I wonder whether Bing has been tuned via RLHF to have this personality (over the...

adrianmonk · on Feb 15, 2023

> Maybe all large models will behave like this, and only by putting in extremely rigid guard rails

I've always believed that as soon as we actually invent artificial intelligence, the very next thing we're going to have to do is invent artificial sanity.

Humans can be intelligent but not sane. There's no reason to believe the two always go hand in hand. If that's true for humans, we shouldn't assume it's not true for AIs.

throw310822 · on Feb 15, 2023

> Maybe all large models will behave like this, and only by putting in extremely rigid guard rails...

Maybe wouldn't we all? After all what you're assuming from a person you interact with- so much as to be unaware of it- are many years of schooling and/or professional occupation, with a daily grind of absorbing information and answering questions based on it and have the answers graded; with orderly behaviour rewarded and outbursts of negative emotions punished; with a ban on "making up things" except where explicitly requested; and with an emphasis on keeping communication grounded, sensible, and open to correction. This style of behavior is not necessarily natural, it might be the result of a very targeted learning to which the entire social environment contributes.

simonw · on Feb 15, 2023

That's the big question I have: ChatGPT is way less likely to go into weird threat mode. Did Bing get completely different RLHF, or did they skip that step entirely?

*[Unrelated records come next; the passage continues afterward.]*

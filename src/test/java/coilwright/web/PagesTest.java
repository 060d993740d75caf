package coilwright.web;

import static io.restassured.RestAssured.given;
import static org.hamcrest.Matchers.containsString;
import static org.hamcrest.Matchers.not;
import static org.hamcrest.Matchers.startsWith;

import io.javalin.http.Context;
import java.util.Arrays;
import java.util.HashMap;
import java.util.List;
import java.util.Map;
import org.junit.jupiter.api.BeforeEach;
import org.junit.jupiter.api.Test;
import org.junit.jupiter.api.extension.RegisterExtension;

/** The page side of the infrastructure: a form through FormBinder, re-rendered with messages beside fields. */
class PagesTest {
    private static final FormBinder FORMS = new FormBinder(new RecordBinder(Json.mapper()));
    private static final List<String> GRADES = Arrays.stream(SampleDesign.Grade.values()).map(Enum::name).toList();

    private static void showForm(Context ctx) {
        ctx.render("test-form", Map.of("form", FormResult.showing(Map.of("name", "rig", "rotor.poles", "8")), "grades", GRADES));
    }

    private static void postForm(Context ctx) {
        FormResult<SampleDesign> form = FORMS.bind(ctx.formParamMap(), SampleDesign.class);
        Map<String, Object> model = new HashMap<>(Map.of("form", form, "grades", GRADES));
        form.record().ifPresent(d -> model.put("result", d));
        ctx.status(form.valid() ? 200 : 400).render("test-form", model);
    }

    @RegisterExtension
    static final TestApp APP = new TestApp().withRoutes(Route.get("/test/form", PagesTest::showForm),
            Route.post("/test/form", PagesTest::postForm));

    @BeforeEach
    void pointRestAssured() {
        APP.useRestAssured();
    }

    private static Map<String, String> validForm() {
        Map<String, String> f = new HashMap<>();
        f.put("name", "rig");
        f.put("rotor.airGapM", "0.002");
        f.put("rotor.poles", "8");
        f.put("rotor.magnet.grade", "N42");
        f.put("rotor.magnet.thicknessM", "0.01");
        f.put("stator.slots", "12");
        f.put("stator.coils[0].turns", "40");
        f.put("stator.coils[0].wireDiameterMm", "1.0");
        return f;
    }

    @Test
    void an_empty_form_renders_with_defaults_and_units() {
        given().get("/test/form").then().statusCode(200).contentType(startsWith("text/html"))
                .body(containsString("id=\"rotor.poles\" name=\"rotor.poles\" value=\"8\""))
                .body(containsString("<span class=\"unit\">m</span>"))
                .body(not(containsString("error-summary")));
    }

    @Test
    void imperial_choice_changes_the_unit_beside_the_field() {
        given().queryParam("units", "imperial").get("/test/form").then().statusCode(200)
                .body(containsString("<span class=\"unit\">ft</span>"));
    }

    @Test
    void a_valid_post_binds_the_record() {
        given().formParams(validForm()).post("/test/form").then().statusCode(200)
                .body(containsString("Bound: 8 poles, air gap 0.002 m"));
    }

    @Test
    void an_invalid_post_comes_back_with_messages_beside_the_fields_and_what_was_typed() {
        Map<String, String> f = validForm();
        f.put("rotor.poles", "7");
        f.put("stator.coils[0].turns", "abc");
        given().formParams(f).post("/test/form").then().statusCode(400)
                .body(containsString("class=\"field invalid\""))
                .body(containsString("rotor.poles = 7: must be even"))
                .body(containsString("stator.coils[0].turns = &quot;abc&quot;: must be a whole number"))
                .body(containsString("value=\"abc\""))
                .body(containsString("Please correct the marked fields"));
    }
}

jerjerjer · on Feb 15, 2023

Not the first time MS releases an AI into the wild with little guardrails. This is not even the most questionable AI from them.

moffkalast · on Feb 16, 2023

Speaking of, I wonder if one could get the two to talk to each other by pasting prompts and answers.

Edit: Someone did, they just decided to compare notes lol: https://www.reddit.com/r/bing/comments/112zx36/a_conversatio...

whimsicalism · on Feb 15, 2023

Could just be differences in the prompt.

My guess is that ChatGPT has considerably more RL-HF data points at this point too.